▶ _TASK TO COMPLETE_
Only the lines below starting at the one containing "std::size_t best = low;" and ending at the one containing "double largest = 0.0;" belong in the answer, each copied exactly.

▶ _RECORDS FOR THIS EXERCISE_
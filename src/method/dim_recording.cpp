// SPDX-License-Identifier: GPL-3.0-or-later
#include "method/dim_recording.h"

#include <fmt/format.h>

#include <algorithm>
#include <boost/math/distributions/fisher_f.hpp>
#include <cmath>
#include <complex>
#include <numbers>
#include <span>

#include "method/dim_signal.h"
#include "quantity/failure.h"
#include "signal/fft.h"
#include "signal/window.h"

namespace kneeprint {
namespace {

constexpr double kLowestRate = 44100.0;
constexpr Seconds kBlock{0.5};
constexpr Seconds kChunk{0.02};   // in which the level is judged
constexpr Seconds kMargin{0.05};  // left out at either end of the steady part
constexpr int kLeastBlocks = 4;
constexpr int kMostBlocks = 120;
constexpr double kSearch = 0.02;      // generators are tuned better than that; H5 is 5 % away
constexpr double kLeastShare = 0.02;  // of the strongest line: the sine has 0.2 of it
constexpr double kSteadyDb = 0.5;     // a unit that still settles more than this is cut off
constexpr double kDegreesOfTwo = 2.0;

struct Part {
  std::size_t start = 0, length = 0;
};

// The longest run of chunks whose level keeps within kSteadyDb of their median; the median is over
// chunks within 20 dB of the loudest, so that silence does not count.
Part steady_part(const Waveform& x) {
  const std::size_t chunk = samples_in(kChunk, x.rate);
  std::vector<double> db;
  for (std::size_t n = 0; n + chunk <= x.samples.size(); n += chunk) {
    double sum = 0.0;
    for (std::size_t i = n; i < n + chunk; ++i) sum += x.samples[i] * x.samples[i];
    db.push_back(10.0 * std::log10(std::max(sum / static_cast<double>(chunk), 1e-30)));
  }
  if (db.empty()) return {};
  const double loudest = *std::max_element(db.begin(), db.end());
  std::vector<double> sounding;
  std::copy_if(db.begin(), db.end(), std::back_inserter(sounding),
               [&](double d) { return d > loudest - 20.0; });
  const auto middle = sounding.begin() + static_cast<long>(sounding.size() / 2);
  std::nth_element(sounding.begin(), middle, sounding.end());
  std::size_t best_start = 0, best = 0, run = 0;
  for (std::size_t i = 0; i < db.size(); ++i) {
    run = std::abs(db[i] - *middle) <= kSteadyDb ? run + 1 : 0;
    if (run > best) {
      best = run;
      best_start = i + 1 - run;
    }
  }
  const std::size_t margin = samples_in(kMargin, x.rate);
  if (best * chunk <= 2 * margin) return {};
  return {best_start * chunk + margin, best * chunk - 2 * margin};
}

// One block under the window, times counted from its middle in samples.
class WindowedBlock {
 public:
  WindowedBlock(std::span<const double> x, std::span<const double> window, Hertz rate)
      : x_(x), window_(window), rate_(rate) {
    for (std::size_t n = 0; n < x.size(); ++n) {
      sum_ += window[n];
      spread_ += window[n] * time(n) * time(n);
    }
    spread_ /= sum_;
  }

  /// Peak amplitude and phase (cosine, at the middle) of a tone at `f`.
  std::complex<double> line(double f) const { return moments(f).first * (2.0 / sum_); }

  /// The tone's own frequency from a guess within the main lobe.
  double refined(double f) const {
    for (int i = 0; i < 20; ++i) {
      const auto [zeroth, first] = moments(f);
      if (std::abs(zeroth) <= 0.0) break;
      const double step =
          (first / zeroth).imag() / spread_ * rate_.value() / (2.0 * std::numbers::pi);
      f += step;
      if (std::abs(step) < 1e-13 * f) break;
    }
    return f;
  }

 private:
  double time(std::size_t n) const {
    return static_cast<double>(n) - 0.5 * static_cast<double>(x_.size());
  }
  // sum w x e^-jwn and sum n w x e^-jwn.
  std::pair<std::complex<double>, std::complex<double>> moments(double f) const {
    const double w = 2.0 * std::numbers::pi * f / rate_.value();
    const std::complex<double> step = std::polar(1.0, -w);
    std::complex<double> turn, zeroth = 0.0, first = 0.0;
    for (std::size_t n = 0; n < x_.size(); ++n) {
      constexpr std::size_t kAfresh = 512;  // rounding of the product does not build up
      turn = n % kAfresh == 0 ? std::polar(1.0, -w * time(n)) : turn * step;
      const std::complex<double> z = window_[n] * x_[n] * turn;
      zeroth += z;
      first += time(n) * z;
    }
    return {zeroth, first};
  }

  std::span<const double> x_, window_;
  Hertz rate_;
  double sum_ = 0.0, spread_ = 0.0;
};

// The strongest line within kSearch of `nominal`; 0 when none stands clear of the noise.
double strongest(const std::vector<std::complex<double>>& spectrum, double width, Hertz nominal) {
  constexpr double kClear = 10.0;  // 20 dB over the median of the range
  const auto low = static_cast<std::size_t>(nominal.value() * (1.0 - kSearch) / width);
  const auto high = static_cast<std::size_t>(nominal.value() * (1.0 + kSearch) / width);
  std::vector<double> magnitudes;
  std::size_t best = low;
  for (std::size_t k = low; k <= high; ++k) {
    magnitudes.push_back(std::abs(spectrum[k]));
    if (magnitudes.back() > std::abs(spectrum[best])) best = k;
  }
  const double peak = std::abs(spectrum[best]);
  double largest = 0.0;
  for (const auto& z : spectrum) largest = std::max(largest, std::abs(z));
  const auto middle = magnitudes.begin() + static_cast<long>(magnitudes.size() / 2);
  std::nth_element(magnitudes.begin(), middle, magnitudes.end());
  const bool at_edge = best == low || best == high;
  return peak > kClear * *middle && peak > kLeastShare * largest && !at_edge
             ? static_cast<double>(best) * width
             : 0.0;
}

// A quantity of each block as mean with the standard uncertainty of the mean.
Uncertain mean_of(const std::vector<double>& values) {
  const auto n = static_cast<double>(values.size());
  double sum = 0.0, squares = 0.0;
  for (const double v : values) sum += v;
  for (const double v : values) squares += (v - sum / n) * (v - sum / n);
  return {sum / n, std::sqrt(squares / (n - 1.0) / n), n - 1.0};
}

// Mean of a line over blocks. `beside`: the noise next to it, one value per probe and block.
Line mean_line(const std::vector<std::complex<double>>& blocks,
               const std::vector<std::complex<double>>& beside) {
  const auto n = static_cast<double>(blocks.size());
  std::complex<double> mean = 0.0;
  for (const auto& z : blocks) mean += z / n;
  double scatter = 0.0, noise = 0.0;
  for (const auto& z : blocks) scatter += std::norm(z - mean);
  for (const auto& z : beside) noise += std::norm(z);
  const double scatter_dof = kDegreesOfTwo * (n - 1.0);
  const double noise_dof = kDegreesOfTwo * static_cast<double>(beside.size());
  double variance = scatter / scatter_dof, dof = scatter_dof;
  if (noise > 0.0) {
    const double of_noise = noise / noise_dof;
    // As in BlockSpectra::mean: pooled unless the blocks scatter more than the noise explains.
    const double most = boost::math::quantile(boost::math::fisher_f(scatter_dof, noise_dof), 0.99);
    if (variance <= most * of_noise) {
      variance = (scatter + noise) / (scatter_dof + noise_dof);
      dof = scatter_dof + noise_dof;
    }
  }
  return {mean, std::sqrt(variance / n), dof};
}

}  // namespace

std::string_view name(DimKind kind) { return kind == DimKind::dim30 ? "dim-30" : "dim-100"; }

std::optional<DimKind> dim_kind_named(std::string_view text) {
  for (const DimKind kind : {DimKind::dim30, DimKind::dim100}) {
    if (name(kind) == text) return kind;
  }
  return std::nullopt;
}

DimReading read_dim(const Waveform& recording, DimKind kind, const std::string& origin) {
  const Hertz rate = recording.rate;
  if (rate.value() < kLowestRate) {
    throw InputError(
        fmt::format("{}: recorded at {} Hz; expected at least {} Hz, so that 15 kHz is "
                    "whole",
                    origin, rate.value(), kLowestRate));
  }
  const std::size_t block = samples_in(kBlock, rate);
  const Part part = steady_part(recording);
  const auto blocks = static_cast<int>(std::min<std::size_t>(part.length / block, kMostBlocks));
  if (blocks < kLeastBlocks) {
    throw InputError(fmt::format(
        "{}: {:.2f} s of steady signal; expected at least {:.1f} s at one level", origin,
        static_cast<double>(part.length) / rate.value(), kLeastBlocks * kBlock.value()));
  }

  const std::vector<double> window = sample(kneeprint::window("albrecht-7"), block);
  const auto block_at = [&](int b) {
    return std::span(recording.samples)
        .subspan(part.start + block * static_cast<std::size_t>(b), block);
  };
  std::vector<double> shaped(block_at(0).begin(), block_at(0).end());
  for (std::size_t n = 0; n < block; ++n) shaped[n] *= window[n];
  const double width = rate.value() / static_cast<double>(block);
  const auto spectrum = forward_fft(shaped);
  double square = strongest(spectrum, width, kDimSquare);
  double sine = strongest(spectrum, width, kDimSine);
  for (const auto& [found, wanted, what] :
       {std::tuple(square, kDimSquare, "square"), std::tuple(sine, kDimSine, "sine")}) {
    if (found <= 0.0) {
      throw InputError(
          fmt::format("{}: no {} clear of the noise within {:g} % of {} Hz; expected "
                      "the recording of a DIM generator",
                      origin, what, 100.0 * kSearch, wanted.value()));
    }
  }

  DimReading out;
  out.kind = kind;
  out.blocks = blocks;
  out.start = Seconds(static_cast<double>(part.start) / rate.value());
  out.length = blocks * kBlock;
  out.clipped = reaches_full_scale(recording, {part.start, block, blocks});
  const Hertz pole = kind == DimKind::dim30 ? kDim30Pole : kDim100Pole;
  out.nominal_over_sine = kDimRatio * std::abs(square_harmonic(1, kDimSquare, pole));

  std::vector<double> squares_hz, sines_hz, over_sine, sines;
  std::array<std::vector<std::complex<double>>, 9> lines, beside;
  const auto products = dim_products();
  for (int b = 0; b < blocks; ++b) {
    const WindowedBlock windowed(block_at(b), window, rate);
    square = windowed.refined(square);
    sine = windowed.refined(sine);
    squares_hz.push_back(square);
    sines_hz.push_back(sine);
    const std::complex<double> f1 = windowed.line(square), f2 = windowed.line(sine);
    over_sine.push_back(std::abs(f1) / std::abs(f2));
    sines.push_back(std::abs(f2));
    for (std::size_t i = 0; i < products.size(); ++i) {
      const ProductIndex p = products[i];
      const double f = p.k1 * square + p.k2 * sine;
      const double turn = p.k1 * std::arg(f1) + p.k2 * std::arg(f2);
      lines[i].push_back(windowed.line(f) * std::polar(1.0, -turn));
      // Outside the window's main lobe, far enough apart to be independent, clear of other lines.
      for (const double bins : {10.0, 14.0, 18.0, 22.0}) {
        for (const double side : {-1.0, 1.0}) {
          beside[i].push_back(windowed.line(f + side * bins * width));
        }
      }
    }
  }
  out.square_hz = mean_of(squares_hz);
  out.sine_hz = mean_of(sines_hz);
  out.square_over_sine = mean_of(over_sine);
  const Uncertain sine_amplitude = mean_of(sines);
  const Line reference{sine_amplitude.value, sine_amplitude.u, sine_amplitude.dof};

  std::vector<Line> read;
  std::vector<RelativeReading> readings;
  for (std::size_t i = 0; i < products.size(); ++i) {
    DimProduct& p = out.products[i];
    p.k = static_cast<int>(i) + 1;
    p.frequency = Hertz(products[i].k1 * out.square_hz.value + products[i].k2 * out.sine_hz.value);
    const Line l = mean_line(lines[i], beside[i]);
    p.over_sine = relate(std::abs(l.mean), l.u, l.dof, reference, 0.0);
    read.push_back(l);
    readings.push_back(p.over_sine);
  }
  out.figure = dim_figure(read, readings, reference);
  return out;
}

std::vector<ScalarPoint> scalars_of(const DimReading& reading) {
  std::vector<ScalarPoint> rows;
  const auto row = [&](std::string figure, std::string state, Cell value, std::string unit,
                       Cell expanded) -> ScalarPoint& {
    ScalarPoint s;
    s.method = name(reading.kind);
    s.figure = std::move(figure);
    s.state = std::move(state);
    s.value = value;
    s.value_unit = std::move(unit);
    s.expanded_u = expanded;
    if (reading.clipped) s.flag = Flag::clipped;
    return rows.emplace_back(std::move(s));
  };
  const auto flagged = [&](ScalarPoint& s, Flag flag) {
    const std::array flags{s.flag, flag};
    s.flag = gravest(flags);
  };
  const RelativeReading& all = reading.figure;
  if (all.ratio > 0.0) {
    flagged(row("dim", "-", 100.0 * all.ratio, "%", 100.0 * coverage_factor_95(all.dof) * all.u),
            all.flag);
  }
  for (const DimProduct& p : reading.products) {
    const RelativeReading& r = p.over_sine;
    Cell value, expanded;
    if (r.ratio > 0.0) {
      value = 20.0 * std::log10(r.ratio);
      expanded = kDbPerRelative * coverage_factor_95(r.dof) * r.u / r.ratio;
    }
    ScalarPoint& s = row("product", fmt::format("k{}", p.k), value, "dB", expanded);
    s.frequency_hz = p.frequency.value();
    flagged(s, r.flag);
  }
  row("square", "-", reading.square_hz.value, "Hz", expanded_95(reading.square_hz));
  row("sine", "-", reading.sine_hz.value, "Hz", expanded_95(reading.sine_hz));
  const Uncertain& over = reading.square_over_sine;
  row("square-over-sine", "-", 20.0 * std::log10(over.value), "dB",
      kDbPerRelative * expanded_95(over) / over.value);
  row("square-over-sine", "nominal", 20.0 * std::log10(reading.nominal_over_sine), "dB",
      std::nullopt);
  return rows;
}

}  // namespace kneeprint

▶ _YOUR SOLUTION_
  std::size_t best = low;
  for (std::size_t k = low; k <= high; ++k) {
    magnitudes.push_back(std::abs(spectrum[k]));
    if (magnitudes.back() > std::abs(spectrum[best])) best = k;
  }
  const double peak = std::abs(spectrum[best]);
  double largest = 0.0;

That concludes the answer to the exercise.